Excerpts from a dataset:
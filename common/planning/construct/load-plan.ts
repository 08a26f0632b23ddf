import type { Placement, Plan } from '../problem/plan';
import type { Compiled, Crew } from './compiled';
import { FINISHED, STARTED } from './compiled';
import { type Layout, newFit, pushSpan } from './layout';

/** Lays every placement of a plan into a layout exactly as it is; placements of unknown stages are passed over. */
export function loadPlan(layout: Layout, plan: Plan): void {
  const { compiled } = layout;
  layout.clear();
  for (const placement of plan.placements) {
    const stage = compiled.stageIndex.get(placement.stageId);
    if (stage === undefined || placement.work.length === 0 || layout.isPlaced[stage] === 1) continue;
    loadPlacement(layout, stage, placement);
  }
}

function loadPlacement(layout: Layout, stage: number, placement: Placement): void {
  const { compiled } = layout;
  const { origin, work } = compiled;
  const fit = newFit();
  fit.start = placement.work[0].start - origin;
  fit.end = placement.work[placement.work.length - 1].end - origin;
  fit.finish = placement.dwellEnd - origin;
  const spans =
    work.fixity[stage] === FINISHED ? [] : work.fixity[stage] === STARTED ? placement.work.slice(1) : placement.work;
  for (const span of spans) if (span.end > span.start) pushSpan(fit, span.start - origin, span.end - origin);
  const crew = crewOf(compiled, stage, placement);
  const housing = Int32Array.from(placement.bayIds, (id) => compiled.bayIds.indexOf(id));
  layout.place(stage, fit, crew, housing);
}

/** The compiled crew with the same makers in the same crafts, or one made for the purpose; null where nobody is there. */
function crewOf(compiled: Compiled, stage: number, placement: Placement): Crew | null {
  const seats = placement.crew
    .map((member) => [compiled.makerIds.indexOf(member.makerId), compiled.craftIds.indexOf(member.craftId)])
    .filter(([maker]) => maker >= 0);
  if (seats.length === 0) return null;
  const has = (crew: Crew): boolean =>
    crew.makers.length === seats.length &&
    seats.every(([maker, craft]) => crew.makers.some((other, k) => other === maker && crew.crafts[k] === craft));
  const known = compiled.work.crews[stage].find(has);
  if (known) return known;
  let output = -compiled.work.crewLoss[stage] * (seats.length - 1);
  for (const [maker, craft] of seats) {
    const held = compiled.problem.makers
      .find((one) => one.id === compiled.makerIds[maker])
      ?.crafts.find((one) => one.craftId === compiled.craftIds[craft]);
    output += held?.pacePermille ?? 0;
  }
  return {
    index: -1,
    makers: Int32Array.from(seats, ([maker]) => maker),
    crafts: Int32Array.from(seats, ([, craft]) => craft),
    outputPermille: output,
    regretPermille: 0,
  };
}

--

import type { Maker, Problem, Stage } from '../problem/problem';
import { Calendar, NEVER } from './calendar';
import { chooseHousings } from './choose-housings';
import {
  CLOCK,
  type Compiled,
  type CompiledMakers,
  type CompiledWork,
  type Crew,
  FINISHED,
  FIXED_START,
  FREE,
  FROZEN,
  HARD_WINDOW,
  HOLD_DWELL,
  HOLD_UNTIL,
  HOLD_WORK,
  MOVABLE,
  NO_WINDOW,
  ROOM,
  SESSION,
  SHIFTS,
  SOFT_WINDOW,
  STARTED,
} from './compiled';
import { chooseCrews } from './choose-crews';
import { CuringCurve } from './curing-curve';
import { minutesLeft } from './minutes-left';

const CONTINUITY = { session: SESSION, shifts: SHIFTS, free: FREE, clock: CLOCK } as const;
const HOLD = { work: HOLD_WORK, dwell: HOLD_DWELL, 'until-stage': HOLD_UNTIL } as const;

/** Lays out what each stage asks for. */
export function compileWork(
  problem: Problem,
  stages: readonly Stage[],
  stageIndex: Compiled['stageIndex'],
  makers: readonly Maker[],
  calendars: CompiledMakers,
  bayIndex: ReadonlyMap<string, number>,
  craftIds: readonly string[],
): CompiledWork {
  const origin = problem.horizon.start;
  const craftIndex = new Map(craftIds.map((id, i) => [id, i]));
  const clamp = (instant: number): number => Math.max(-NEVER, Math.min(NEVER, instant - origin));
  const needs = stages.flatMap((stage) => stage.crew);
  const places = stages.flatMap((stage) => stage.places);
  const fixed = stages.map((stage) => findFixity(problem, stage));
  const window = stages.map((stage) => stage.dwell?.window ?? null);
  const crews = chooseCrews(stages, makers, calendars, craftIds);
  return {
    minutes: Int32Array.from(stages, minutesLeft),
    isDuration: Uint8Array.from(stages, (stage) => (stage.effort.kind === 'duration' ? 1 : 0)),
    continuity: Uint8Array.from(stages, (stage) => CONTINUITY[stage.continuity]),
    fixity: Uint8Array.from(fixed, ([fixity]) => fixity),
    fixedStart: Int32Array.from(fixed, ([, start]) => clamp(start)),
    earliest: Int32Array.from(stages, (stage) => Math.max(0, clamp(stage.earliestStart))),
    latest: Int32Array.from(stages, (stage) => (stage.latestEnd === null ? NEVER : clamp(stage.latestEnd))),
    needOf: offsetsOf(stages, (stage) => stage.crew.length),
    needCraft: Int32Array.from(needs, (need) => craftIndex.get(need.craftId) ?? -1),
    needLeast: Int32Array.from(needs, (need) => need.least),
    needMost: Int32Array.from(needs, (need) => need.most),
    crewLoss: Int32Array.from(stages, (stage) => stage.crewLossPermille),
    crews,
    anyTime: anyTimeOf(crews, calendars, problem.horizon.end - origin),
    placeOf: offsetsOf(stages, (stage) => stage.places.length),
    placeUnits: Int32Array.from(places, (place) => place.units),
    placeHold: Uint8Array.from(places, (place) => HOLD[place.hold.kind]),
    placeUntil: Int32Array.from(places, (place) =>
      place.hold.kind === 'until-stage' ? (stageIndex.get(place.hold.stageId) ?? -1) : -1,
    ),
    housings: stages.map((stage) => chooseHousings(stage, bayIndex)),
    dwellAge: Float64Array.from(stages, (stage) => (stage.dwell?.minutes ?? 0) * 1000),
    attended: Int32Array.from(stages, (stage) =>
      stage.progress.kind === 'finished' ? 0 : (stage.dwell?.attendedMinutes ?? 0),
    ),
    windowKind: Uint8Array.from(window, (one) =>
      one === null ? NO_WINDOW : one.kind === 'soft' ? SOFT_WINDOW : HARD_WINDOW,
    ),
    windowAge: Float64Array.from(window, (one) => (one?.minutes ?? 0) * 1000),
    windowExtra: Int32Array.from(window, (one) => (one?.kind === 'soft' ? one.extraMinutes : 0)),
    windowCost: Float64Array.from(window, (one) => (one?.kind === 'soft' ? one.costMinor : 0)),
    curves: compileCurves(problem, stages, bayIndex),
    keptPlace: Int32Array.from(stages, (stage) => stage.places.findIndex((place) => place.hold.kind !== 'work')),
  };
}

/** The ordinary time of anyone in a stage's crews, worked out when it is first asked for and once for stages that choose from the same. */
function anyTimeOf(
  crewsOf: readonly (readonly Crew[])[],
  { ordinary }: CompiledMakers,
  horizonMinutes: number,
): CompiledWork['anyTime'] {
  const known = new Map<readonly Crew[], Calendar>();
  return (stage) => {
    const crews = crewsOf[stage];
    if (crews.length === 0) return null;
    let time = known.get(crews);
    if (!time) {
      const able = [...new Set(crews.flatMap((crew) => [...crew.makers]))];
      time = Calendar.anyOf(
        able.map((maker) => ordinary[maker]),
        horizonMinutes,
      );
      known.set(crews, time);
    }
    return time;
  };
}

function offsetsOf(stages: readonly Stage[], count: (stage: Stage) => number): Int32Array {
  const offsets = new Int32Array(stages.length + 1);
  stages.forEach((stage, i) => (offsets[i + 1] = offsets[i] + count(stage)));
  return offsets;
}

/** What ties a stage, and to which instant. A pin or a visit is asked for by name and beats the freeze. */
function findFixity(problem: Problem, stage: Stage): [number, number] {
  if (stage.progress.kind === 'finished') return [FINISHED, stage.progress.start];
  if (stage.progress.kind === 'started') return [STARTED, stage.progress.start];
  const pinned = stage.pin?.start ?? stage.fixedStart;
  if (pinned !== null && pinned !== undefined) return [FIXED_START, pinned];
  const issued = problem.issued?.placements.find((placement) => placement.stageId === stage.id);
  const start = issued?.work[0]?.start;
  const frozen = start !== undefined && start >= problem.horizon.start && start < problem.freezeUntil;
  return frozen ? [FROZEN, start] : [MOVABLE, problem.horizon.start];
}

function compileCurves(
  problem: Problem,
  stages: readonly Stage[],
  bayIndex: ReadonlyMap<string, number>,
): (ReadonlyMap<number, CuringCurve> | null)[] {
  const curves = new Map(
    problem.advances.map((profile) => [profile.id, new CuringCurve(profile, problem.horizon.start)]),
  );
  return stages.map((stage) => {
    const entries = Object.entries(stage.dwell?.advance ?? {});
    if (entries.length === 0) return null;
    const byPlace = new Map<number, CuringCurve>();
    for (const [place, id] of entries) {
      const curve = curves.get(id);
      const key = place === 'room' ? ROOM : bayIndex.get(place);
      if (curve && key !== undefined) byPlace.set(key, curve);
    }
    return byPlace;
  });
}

» What needs to be done
For the string "instant", search the preceding data and copy every line that includes it.

» Result for this exercise
  const clamp = (instant: number): number => Math.max(-NEVER, Math.min(NEVER, instant - origin));
/** What ties a stage, and to which instant. A pin or a visit is asked for by name and beats the freeze. */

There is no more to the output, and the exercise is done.